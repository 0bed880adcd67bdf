package plan_test

import (
	"errors"
	"fmt"
	"slices"
	"testing"

	"scalerisk/plan"
	"scalerisk/saturation"
	"scalerisk/water"
)

func demo(t testing.TB) []saturation.Assessment {
	t.Helper()
	f, err := water.OpenDemo()
	if err != nil {
		t.Fatal(err)
	}
	defer f.Close()
	records, _, err := water.Read("demo.csv", f, water.ReadOptions{})
	if err != nil {
		t.Fatal(err)
	}
	return saturation.AssessRecords("demo.csv", records, saturation.Options{})
}

// TestComputeKeepsErrors: a blend that cannot be computed (a partner water
// with nothing in it) is kept as an error of its part; the other parts are
// still computed.
func TestComputeKeepsErrors(t *testing.T) {
	as := demo(t)
	empty := water.Analysis{Name: "nothing"}
	p := plan.Compute(as[0], plan.Settings{Partner: &empty, BlendFraction: 0.5})
	err := p.PartErr("blend")
	if err == nil {
		t.Fatalf("the blend with an empty water gave no error; blends %+v", p.Blends)
	}
	var pe plan.Error
	if !errors.As(err, &pe) || pe.Part != "blend" {
		t.Errorf("error %v is not a plan.Error of the blend", err)
	}
	if p.Temperature.Computed() == 0 || p.Window == nil || len(p.Minerals) == 0 {
		t.Error("a failed blend stopped the other parts")
	}
}

// TestMineralsFixedOrder: the minerals charted follow plan.ChartOrder() for
// every sample, then the minerals past a limit.
func TestMineralsFixedOrder(t *testing.T) {
	chart := plan.ChartOrder()
	order := func(name string) int {
		for i, c := range chart {
			if c.Mineral == name {
				return i
			}
		}
		return len(chart)
	}
	for _, a := range demo(t) {
		p := plan.Compute(a, plan.Settings{})
		if len(p.Minerals) == 0 || p.Minerals[0] != "calcite" {
			t.Errorf("%s: minerals %v, want calcite first", a.Name, p.Minerals)
		}
		if !slices.IsSortedFunc(p.Minerals, func(x, y string) int { return order(x) - order(y) }) {
			t.Errorf("%s: minerals %v not in the fixed order", a.Name, p.Minerals)
		}
	}
}

// ExampleCompute plans the first demo water: its sweeps, the operating
// window and the minerals its charts show.
func ExampleCompute() {
	f, _ := water.OpenDemo()
	defer f.Close()
	records, _, _ := water.Read("demo.csv", f, water.ReadOptions{})
	a := saturation.AssessRecords("demo.csv", records, saturation.Options{})[0]
	p := plan.Compute(a, plan.Settings{})
	fmt.Println(a.Name)
	fmt.Println("temperature points:", p.Temperature.Computed(), "from", p.Temperature.From, "to", p.Temperature.To, "°C")
	fmt.Println("window:", len(p.Window.Temperatures), "×", len(p.Window.Cycles))
	fmt.Println("charted:", p.Minerals)
	fmt.Println("errors:", len(p.Errors))
	// Output:
	// Kestrel Fen makeup well 2
	// temperature points: 15 from 18 to 60 °C
	// window: 12 × 12
	// charted: [calcite gypsum silica_amorphous barite celestite fluorite tricalcium_phosphate]
	// errors: 0
}

// TestDetailedSkipsWindow: a sample that Settings.Detailed rejects gets no
// operating window and no error for it; its other parts are computed, and
// one it accepts gets its window.
func TestDetailedSkipsWindow(t *testing.T) {
	a := demo(t)[0]
	asked := 0
	skip := plan.Compute(a, plan.Settings{Detailed: func(p *plan.Sample) bool {
		asked++
		if len(p.Ranking) == 0 {
			t.Error("Detailed was called before the ranking was set")
		}
		return false
	}})
	if asked != 1 {
		t.Errorf("Detailed was called %d times, want once", asked)
	}
	if skip.Window != nil || skip.PartErr("operating window") != nil {
		t.Errorf("a rejected sample has window %v, error %v; want neither", skip.Window, skip.PartErr("operating window"))
	}
	if skip.Temperature.Computed() == 0 || len(skip.Minerals) == 0 {
		t.Error("skipping the window stopped the other parts")
	}
	keep := plan.Compute(a, plan.Settings{Detailed: func(*plan.Sample) bool { return true }})
	if keep.Window == nil || len(keep.Window.Margin) != plan.WindowSide*plan.WindowSide {
		t.Errorf("an accepted sample has window %v, want a %d×%d grid", keep.Window, plan.WindowSide, plan.WindowSide)
	}
}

•••

Problem statement:
All the data above should be restated in full, exactly.

Response to this task:
repository 0bed880adcd67bdf
package plan_test

import (
	"errors"
	"fmt"
	"slices"
	"testing"

	"scalerisk/plan"
	"scalerisk/saturation"
	"scalerisk/water"
)

func demo(t testing.TB) []saturation.Assessment {
	t.Helper()
	f, err := water.OpenDemo()
	if err != nil {
		t.Fatal(err)
	}
	defer f.Close()
	records, _, err := water.Read("demo.csv", f, water.ReadOptions{})
	if err != nil {
		t.Fatal(err)
	}
	return saturation.AssessRecords("demo.csv", records, saturation.Options{})
}

// TestComputeKeepsErrors: a blend that cannot be computed (a partner water
// with nothing in it) is kept as an error of its part; the other parts are
// still computed.
func TestComputeKeepsErrors(t *testing.T) {
	as := demo(t)
	empty := water.Analysis{Name: "nothing"}
	p := plan.Compute(as[0], plan.Settings{Partner: &empty, BlendFraction: 0.5})
	err := p.PartErr("blend")
	if err == nil {
		t.Fatalf("the blend with an empty water gave no error; blends %+v", p.Blends)
	}
	var pe plan.Error
	if !errors.As(err, &pe) || pe.Part != "blend" {
		t.Errorf("error %v is not a plan.Error of the blend", err)
	}
	if p.Temperature.Computed() == 0 || p.Window == nil || len(p.Minerals) == 0 {
		t.Error("a failed blend stopped the other parts")
	}
}

// TestMineralsFixedOrder: the minerals charted follow plan.ChartOrder() for
// every sample, then the minerals past a limit.
func TestMineralsFixedOrder(t *testing.T) {
	chart := plan.ChartOrder()
	order := func(name string) int {
		for i, c := range chart {
			if c.Mineral == name {
				return i
			}
		}
		return len(chart)
	}
	for _, a := range demo(t) {
		p := plan.Compute(a, plan.Settings{})
		if len(p.Minerals) == 0 || p.Minerals[0] != "calcite" {
			t.Errorf("%s: minerals %v, want calcite first", a.Name, p.Minerals)
		}
		if !slices.IsSortedFunc(p.Minerals, func(x, y string) int { return order(x) - order(y) }) {
			t.Errorf("%s: minerals %v not in the fixed order", a.Name, p.Minerals)
		}
	}
}

// ExampleCompute plans the first demo water: its sweeps, the operating
// window and the minerals its charts show.
func ExampleCompute() {
	f, _ := water.OpenDemo()
	defer f.Close()
	records, _, _ := water.Read("demo.csv", f, water.ReadOptions{})
	a := saturation.AssessRecords("demo.csv", records, saturation.Options{})[0]
	p := plan.Compute(a, plan.Settings{})
	fmt.Println(a.Name)
	fmt.Println("temperature points:", p.Temperature.Computed(), "from", p.Temperature.From, "to", p.Temperature.To, "°C")
	fmt.Println("window:", len(p.Window.Temperatures), "×", len(p.Window.Cycles))
	fmt.Println("charted:", p.Minerals)
	fmt.Println("errors:", len(p.Errors))
	// Output:
	// Kestrel Fen makeup well 2
	// temperature points: 15 from 18 to 60 °C
	// window: 12 × 12
	// charted: [calcite gypsum silica_amorphous barite celestite fluorite tricalcium_phosphate]
	// errors: 0
}

// TestDetailedSkipsWindow: a sample that Settings.Detailed rejects gets no
// operating window and no error for it; its other parts are computed, and
// one it accepts gets its window.
func TestDetailedSkipsWindow(t *testing.T) {
	a := demo(t)[0]
	asked := 0
	skip := plan.Compute(a, plan.Settings{Detailed: func(p *plan.Sample) bool {
		asked++
		if len(p.Ranking) == 0 {
			t.Error("Detailed was called before the ranking was set")
		}
		return false
	}})
	if asked != 1 {
		t.Errorf("Detailed was called %d times, want once", asked)
	}
	if skip.Window != nil || skip.PartErr("operating window") != nil {
		t.Errorf("a rejected sample has window %v, error %v; want neither", skip.Window, skip.PartErr("operating window"))
	}
	if skip.Temperature.Computed() == 0 || len(skip.Minerals) == 0 {
		t.Error("skipping the window stopped the other parts")
	}
	keep := plan.Compute(a, plan.Settings{Detailed: func(*plan.Sample) bool { return true }})
	if keep.Window == nil || len(keep.Window.Margin) != plan.WindowSide*plan.WindowSide {
		t.Errorf("an accepted sample has window %v, want a %d×%d grid", keep.Window, plan.WindowSide, plan.WindowSide)
	}
}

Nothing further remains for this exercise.